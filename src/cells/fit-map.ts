/**
 * A fit cell's Bayesian (MAP) estimate, or its estimate under an error model alone: the MAP fit
 * run on the fit cell's model (numerics/fit/map-objective.ts), and what its report adds per
 * estimate (the prior, how far the data moved the estimate, the SD of log P) and in its
 * summary. The standard errors and intervals are those of the posterior's normal
 * approximation on the log scale (natural scale for an estimate without a prior).
 */
import type { EstimateReport, FitFields, ReportQuantity } from '../engine/report.ts';
import { type Quantity, report, describe, deltaUnit } from '../units/quantity.ts';
import { fitMap, type MapResult } from '../numerics/fit/map-objective.ts';
import type { MapSettings } from './fit-prior.ts';

/** What the MAP fit needs of a fit cell's unknowns. */
export interface MapUnknown {
  readonly as: string;
  readonly guess: number;
  readonly lower: number;
  readonly upper: number;
}

/**
 * Runs the MAP fit. `residuals` writes f − y per point (unweighted: an error model goes with
 * weighting "none"), so the predictions are those plus y. The model is good to `accuracy`
 * (relative; the runs' tolerance) and each prediction f_i to `predictionError(f)_i`
 * (absolute): the fit differences centrally, is polished and reports its digits.
 */
export function runMapFit(settings: MapSettings, unknowns: readonly MapUnknown[], y: readonly number[],
  residuals: (p: Float64Array, out: Float64Array) => boolean, accuracy: number, predictionError: (f: Float64Array, out: Float64Array) => void): MapResult {
  const out = new Float64Array(y.length);
  return fitMap({
    predict: (p, f) => {
      if (!residuals(p, out)) return false;
      for (let i = 0; i < y.length; i++) f[i] = out[i] + y[i];
      return true;
    },
    y, additive: y.map(() => settings.additive), proportional: settings.proportional, priors: settings.priors,
    p0: unknowns.map((u) => u.guess), lower: unknowns.map((u) => u.lower), upper: unknowns.map((u) => u.upper),
    names: unknowns.map((u) => `"${u.as}"`), predictionError,
  }, { modelAccuracy: accuracy });
}

/** An estimate's prior as reported: its median in the estimate's unit, omega, and how far the data moved the estimate. */
export function priorReport(settings: MapSettings, k: number, estimate: Quantity, fit: MapResult): Pick<EstimateReport, 'prior' | 'logSD'> {
  const pr = settings.priors[k];
  if (!pr) return {};
  const value = fit.p[k];
  return {
    prior: { median: report({ ...estimate, si: pr.median }), omega: pr.omega, ratio: value / pr.median, shift: (Math.log(value) - Math.log(pr.median)) / pr.omega },
    ...(fit.workingSD ? { logSD: fit.workingSD[k] } : {}),
  };
}

/** The report's fields of a fit under an error model: the error model, and `bayesian` when a prior is given. */
export function errorModelReport(settings: MapSettings, observedTemplate: Quantity): Pick<FitFields, 'bayesian' | 'errorModel'> {
  const additive: ReportQuantity | undefined = settings.additive > 0
    ? report({ si: settings.additive, dim: observedTemplate.dim, unit: deltaUnit(observedTemplate.unit), ...(observedTemplate.temp ? { temp: 'delta' as const } : {}) })
    : undefined;
  return {
    ...(settings.bayesian ? { bayesian: true as const } : {}),
    errorModel: { ...(additive ? { additive } : {}), proportional: settings.proportional },
  };
}

/** The summary's words for each estimate of a MAP fit: value, the prior's median and the interval. */
export function mapSummary(settings: MapSettings, names: readonly string[], templates: readonly Quantity[], fit: MapResult, points: number): string {
  const each = names.map((as, k) => {
    const q = { ...templates[k], si: fit.p[k] };
    const pr = settings.priors[k];
    const prior = pr ? ` (prior median ${describe({ ...q, si: pr.median })}, moved ×${(fit.p[k] / pr.median).toPrecision(3)})` : '';
    const ci = fit.ci95 ? `, 95% interval ${describe({ ...q, si: fit.ci95[k][0] })} to ${describe({ ...q, si: fit.ci95[k][1] })}` : '';
    return `${as} = ${describe(q)}${prior}${ci}`;
  });
  const kind = settings.bayesian ? 'Bayesian (MAP) estimate' : 'Estimate under the error model';
  return `${kind}: ${each.join('; ')}; ${points} points; ${fit.converged ? 'converged' : `not converged (${fit.message})`}.`;
}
-.-.-
**DIRECTIONS**
Output the first line of the entries above and every line after it, exactly as written, ending with the line that contains "report adds per".

**RESULT BELOW**
filename src/cells/fit-map.ts
/**
 * A fit cell's Bayesian (MAP) estimate, or its estimate under an error model alone: the MAP fit
 * run on the fit cell's model (numerics/fit/map-objective.ts), and what its report adds per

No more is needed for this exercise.